C’è tutto su NoStopFencing Live Radio: interviste ai campioni, rassegna stampa sul virus, proposte di allenamento fisico e mentale. Racconti di scherma: dei momenti imbarazzanti, delle prime esperienze, del punto di vista dei Maestri italiani, chiamati a sorpresa a telefono e invitati a dire la loro. C’è l’arte. E c’è il cinema. Alberto infatti ha voluto coinvolgermi in questo progetto, permettendomi di entrare in una affiatata squadra di innamorati della scherma provenienti da tutta Italia e di unire le mie due principali passioni, la scherma e il cinema. Due volte a settimana racconto un film a tutti gli schermidori che scelgono di connettersi ed ascoltare.

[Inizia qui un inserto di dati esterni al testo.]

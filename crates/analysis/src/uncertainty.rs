//! Uncertainty budgets per the GUM (JCGM 100:2008): each result's terms,
//! their combination, the expanded uncertainty, the dominant term, and a
//! Monte Carlo interval (JCGM 101:2008) where a rectangular term
//! dominates and a coverage factor of 2 would overstate the 95 % interval.
//!
//! The measurement model of a capacity, after `shared/reference/metrology.md`
//! §1 (its formulas are derived there and checked against the
//! `uncertainties` package and a numpy Monte Carlo by
//! `scripts/uncertainty_reference.py`):
//!
//! ```text
//! Q_m ≈ (1 + g + ε)·Q + o·T + Σ w_k n_k + Σ w_k q_k + e_V/|dV/dQ|_end + ΔQ_rule + ΔQ_end
//! ```
//!
//! An error common to every sample (gain g, offset o, time base ε, a
//! rounding that repeats when the noise is below one step) adds linearly
//! over the samples; independent noise adds in quadrature. Terms are
//! combined in quadrature (they are independent of each other; a term that
//! is correlated across the two steps of an efficiency is built as one
//! term there).

use model::accuracy::{BenchAccuracy, Spec};
use rand::rngs::SmallRng;
use rand::{Rng, SeedableRng};
use rand_distr::{Distribution, StandardNormal};
use serde::{Deserialize, Serialize};

/// The coverage factor of the expanded uncertainty (about 95 % for a
/// normal distribution; JCGM 100:2008 6.3.3).
pub const K: f64 = 2.0;
/// The coverage probability reported, %.
pub const COVERAGE_PCT: f64 = 95.0;
/// A rectangular term dominates when it holds more than this share of the
/// combined variance: then a normal coverage factor overstates and the
/// Monte Carlo interval is given (JCGM 101:2008 validates the GUM's;
/// common practice for the threshold).
pub const RECTANGULAR_DOMINATES: f64 = 0.5;
/// Trials of the Monte Carlo interval given with every budget whose
/// rectangular term dominates (JCGM 101 7.2 asks for enough trials that
/// the interval's ends are stable to the reported digit, two significant
/// digits here: 10⁵ trials put the 2.5 % point within about 0.5 % of u).
pub const MC_TRIALS: usize = 100_000;

/// How a term's error is distributed.
#[derive(Debug, Clone, Copy, PartialEq, Eq, Serialize, Deserialize)]
#[serde(rename_all = "snake_case")]
pub enum Shape {
    /// Uniform within ±√3·u (a stated limit, a resolution, a crossing
    /// somewhere in an interval).
    Rectangular,
    /// Normal with standard deviation u (noise averaged over many samples,
    /// a fit's or a calibration's standard uncertainty).
    Normal,
}

/// One term of a budget: the standard uncertainty it gives the result, in
/// the result's unit.
#[derive(Debug, Clone, PartialEq, Serialize, Deserialize)]
pub struct Term {
    pub name: String,
    pub u: f64,
    pub shape: Shape,
    /// Common to every sample (adds linearly over the run) or not.
    pub correlated: bool,
    /// How it was found, in words.
    pub basis: String,
}

/// A result's uncertainty budget.
#[derive(Debug, Clone, PartialEq, Serialize, Deserialize)]
pub struct Budget {
    pub value: f64,
    pub unit: String,
    pub terms: Vec<Term>,
    /// Combined standard uncertainty.
    pub u: f64,
    pub k: f64,
    /// U = k·u.
    pub expanded: f64,
    /// The term with the largest share, by name.
    pub dominant: String,
    /// Its share of the combined variance (0..1).
    pub dominant_share: f64,
    /// Where a rectangular term dominates: the 95 % interval's half-width
    /// from a Monte Carlo of the same terms (JCGM 101), narrower than k·u.
    #[serde(default, skip_serializing_if = "Option::is_none")]
    pub mc_half_width: Option<f64>,
}

impl Budget {
    /// Combine terms (zero and non-finite terms are left out).
    pub fn of(value: f64, unit: &str, terms: Vec<Term>) -> Budget {
        let terms: Vec<Term> = terms
            .into_iter()
            .filter(|t| t.u.is_finite() && t.u > 0.0)
            .collect();
        let var: f64 = terms.iter().map(|t| t.u * t.u).sum();
        let u = var.sqrt();
        let (dominant, share, shape) = terms
            .iter()
            .max_by(|a, b| a.u.total_cmp(&b.u))
            .map(|t| {
                (
                    t.name.clone(),
                    if var > 0.0 { t.u * t.u / var } else { 0.0 },
                    t.shape,
                )
            })
            .unwrap_or_else(|| (String::new(), 0.0, Shape::Normal));
        let mut b = Budget {
            value,
            unit: unit.to_string(),
            terms,
            u,
            k: K,
            expanded: K * u,
            dominant,
            dominant_share: share,
            mc_half_width: None,
        };
        if shape == Shape::Rectangular && share > RECTANGULAR_DOMINATES {
            let mc = monte_carlo(&b, MC_TRIALS, 0x5eed);
            b.mc_half_width = Some(0.5 * (mc.hi - mc.lo));
        }
        b
    }

    /// The half-width of the reported 95 % interval: the Monte Carlo's
    /// where a rectangular term dominates, else k·u.
    pub fn half_width(&self) -> f64 {
        self.mc_half_width.unwrap_or(self.expanded)
    }

    /// The same budget scaled by a factor (a result that is another times a
    /// constant: a state of health from a capacity over its rating).
    pub fn scaled(&self, factor: f64, unit: &str) -> Budget {
        let mut terms = self.terms.clone();
        for t in &mut terms {
            t.u *= factor.abs();
        }
        Budget::of(self.value * factor, unit, terms)
    }

    /// "12.99 Ah ± 0.03 Ah (k = 2, 95 %)": the uncertainty to two
    /// significant digits and the value to the same place (JCGM 100:2008
    /// 7.2.6).
    pub fn show(&self) -> String {
        let hw = self.half_width();
        let dec = decimals_for(hw);
        let unit = &self.unit;
        let sp = if unit.is_empty() { "" } else { " " };
        let how = match self.mc_half_width {
            Some(_) => "95 %, Monte Carlo".to_string(),
            None => format!("k = {}, {} %", self.k, COVERAGE_PCT),
        };
        format!(
            "{:.dec$}{sp}{unit} ± {:.dec$}{sp}{unit} ({how})",
            self.value, hw
        )
    }

    /// "± 0.030 Ah (k = 2, 95 %)": what follows a figure already printed.
    pub fn pm(&self) -> String {
        let hw = self.half_width();
        let dec = decimals_for(hw);
        let sp = if self.unit.is_empty() { "" } else { " " };
        let how = match self.mc_half_width {
            Some(_) => "95 %, Monte Carlo".to_string(),
            None => format!("k = {}, {} %", self.k, COVERAGE_PCT),
        };
        format!("± {hw:.dec$}{sp}{} ({how})", self.unit)
    }

    /// The short form for tiles and labels: "12.99 ± 0.03 Ah".
    pub fn short(&self) -> String {
        let hw = self.half_width();
        let dec = decimals_for(hw);
        let sp = if self.unit.is_empty() { "" } else { " " };
        format!("{:.dec$} ± {:.dec$}{sp}{}", self.value, hw, self.unit)
    }

    /// Why the interval is what it is, in one line (the dominant term, and
    /// where a rectangular term rules, what k = 2 would have said).
    pub fn note(&self) -> String {
        let mut s = format!(
            "dominant term: {} ({:.0} % of the variance)",
            self.dominant,
            self.dominant_share * 100.0
        );
        if let Some(hw) = self.mc_half_width {
            let dec = decimals_for(hw) + 1;
            s.push_str(&format!(
                "; it is rectangular, so k = 2 (± {:.dec$}) overstates the 95 % interval: the Monte Carlo interval (JCGM 101:2008) ± {:.dec$} is given",
                self.expanded, hw
            ));
        }
        s
    }
}

/// Decimals that show `x` to two significant digits (at least 0, at most 6).
pub fn decimals_for(x: f64) -> usize {
    if !(x.is_finite() && x > 0.0) {
        return 3;
    }
    let mag = x.log10().floor() as i32;
    (1 - mag).clamp(0, 6) as usize
}

/// A Monte Carlo of a budget's terms (JCGM 101:2008): the result's
/// estimate, standard deviation and its probabilistically symmetric 95 %
/// interval.
#[derive(Debug, Clone, Copy, PartialEq, Serialize, Deserialize)]
pub struct MonteCarlo {
    pub trials: usize,
    pub mean: f64,
    pub sd: f64,
    pub lo: f64,
    pub hi: f64,
}

/// Draw each term from its distribution, sum, sort and read the 2.5 % and
/// 97.5 % points (JCGM 101:2008 7.7).
pub fn monte_carlo(b: &Budget, trials: usize, seed: u64) -> MonteCarlo {
    let trials = trials.max(100);
    let mut rng = SmallRng::seed_from_u64(seed);
    let mut ys = Vec::with_capacity(trials);
    for _ in 0..trials {
        let mut y = b.value;
        for t in &b.terms {
            y += match t.shape {
                Shape::Rectangular => t.u * 3f64.sqrt() * rng.random_range(-1.0..1.0),
                Shape::Normal => {
                    let z: f64 = StandardNormal.sample(&mut rng);
                    t.u * z
                }
            };
        }
        ys.push(y);
    }
    let n = ys.len() as f64;
    let mean = ys.iter().sum::<f64>() / n;
    let sd = (ys.iter().map(|y| (y - mean).powi(2)).sum::<f64>() / (n - 1.0)).sqrt();
    // The two quantiles by selection (linear time), not a full sort.
    let mut at = |p: f64| {
        let k = ((p * n) as usize).min(ys.len() - 1);
        *ys.select_nth_unstable_by(k, f64::total_cmp).1
    };
    let lo = at(0.025);
    let hi = at(0.975);
    MonteCarlo {
        trials,
        mean,
        sd,
        lo,
        hi,
    }
}

fn rect(name: &str, half_width: f64, correlated: bool, basis: String) -> Term {
    Term {
        name: name.into(),
        u: half_width.abs() / 3f64.sqrt(),
        shape: Shape::Rectangular,
        correlated,
        basis,
    }
}

fn normal(name: &str, u: f64, correlated: bool, basis: String) -> Term {
    Term {
        name: name.into(),
        u: u.abs(),
        shape: Shape::Normal,
        correlated,
        basis,
    }
}

/// What a step's samples tell of its measurement: the figures the budget
/// reads from the data (sampling, noise, the integration rule's error, the
/// slope at the end).
#[derive(Debug, Clone, Copy, PartialEq, Default, Serialize, Deserialize)]
pub struct StepMeasure {
    /// Σ Δt² over the sample intervals, s² (the noise term's weight).
    pub sum_dt2_s2: f64,
    /// The last sample interval, s (where the end fell).
    pub last_dt_s: f64,
    /// ∫ V dt over the step, V·s (the current offset's sensitivity on energy).
    pub v_dt_vs: f64,
    /// Current noise on the step's plateau (Type A, from successive
    /// differences: s = √(Σd²/2n)), A.
    pub noise_a: Option<f64>,
    /// Voltage noise, likewise, V.
    pub noise_v: Option<f64>,
    /// The integration rule's error bound from the data: |Q_h − Q_2h|/3
    /// (the trapezoid at every sample against every other sample;
    /// Richardson), Ah.
    pub integration_ah: f64,
    /// The same for the energy, Wh.
    pub integration_wh: f64,
    /// |I| at the last sample, A.
    pub end_current_a: f64,
    /// |dV/dQ| over the last 2 % of the step's charge, V/Ah.
    pub dv_dq_v_per_ah: Option<f64>,
}

/// Samples kept for the slope at the end of a step.
const END_RING: usize = 512;

/// Builds a [`StepMeasure`] as the samples stream (memory bounded: a ring
/// of the last few hundred samples).
#[derive(Debug, Clone, Default)]
pub struct MeasureAcc {
    n: usize,
    last: Option<(f64, f64, f64)>,
    m: StepMeasure,
    /// Fine integrals (Ah, Wh) at every sample and at the last even one.
    q: f64,
    e: f64,
    q_at_even: f64,
    e_at_even: f64,
    /// Coarse integrals over every other sample.
    q2: f64,
    e2: f64,
    even: Option<(f64, f64, f64)>,
    di2: f64,
    dv2: f64,
    dn: usize,
    ring: std::collections::VecDeque<(f64, f64)>,
}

La mia scherma in quarantena passa dalla radio e dal cinema e trovo che non potrebbe esserci quadratura del cerchio più precisa. Un’opportunità di rendermi utile e mantenermi attiva anche da casa, pur in questo momento difficile, di cui sono profondamente grata.
Per ora, questo basta. Ma è impossibile non porsi domande sul dopo. La scherma, quella dal vivo, manca a tutti ed è impensabile riuscire a farne a meno.
Nel mio lavoro il contatto fisico è fondamentale. Può sembrare strano in uno sport individuale e per di più che si pratica con un’arma ma nell’insegnarlo è così, soprattutto con i più piccoli. In allenamento ma anche e soprattutto in gara.
Per un atleta è importante voltarsi a fondo pedana e vederti lì per lui, pronto a sostenerlo e incoraggiarlo ma c’è anche molto altro.
Un abbraccio, una contatto con la mano danno a volte l’incoraggiamento e la fiducia che sono necessari. Per un bambino che impara attività nuove, le mani del maestro pronte a sostenerlo quando si mette alla prova con quell’esercizio nuovo, che gli fa paura, sono parte integrante del processo di apprendimento. La stretta di mano a fine lezione è più di un gesto simbolico, trasmette quella sensazione che sì, sei stato bravo, stai davvero migliorando e che, espressa fisicamente in quel gesto apparentemente insignificante, ha una valenza maggiore del sentirselo solo dire a parole.
Lo sport è fatto per una buona metà di emozione e l’emozione è anche fisica.
Ci dovremo adattare all’inizio, ne siamo consapevoli. Ma ci crediamo fermamente che questo lungo assalto contro il virus lo vinceremo noi.
D’altronde, siamo spadisti: sappiamo attendere fino al momento migliore per lanciare la stoccata. Conosciamo l’importanza della scelta di tempo. E sappiamo che un assalto non è concluso fino a che la quindicesima stoccata non è stata assegnata.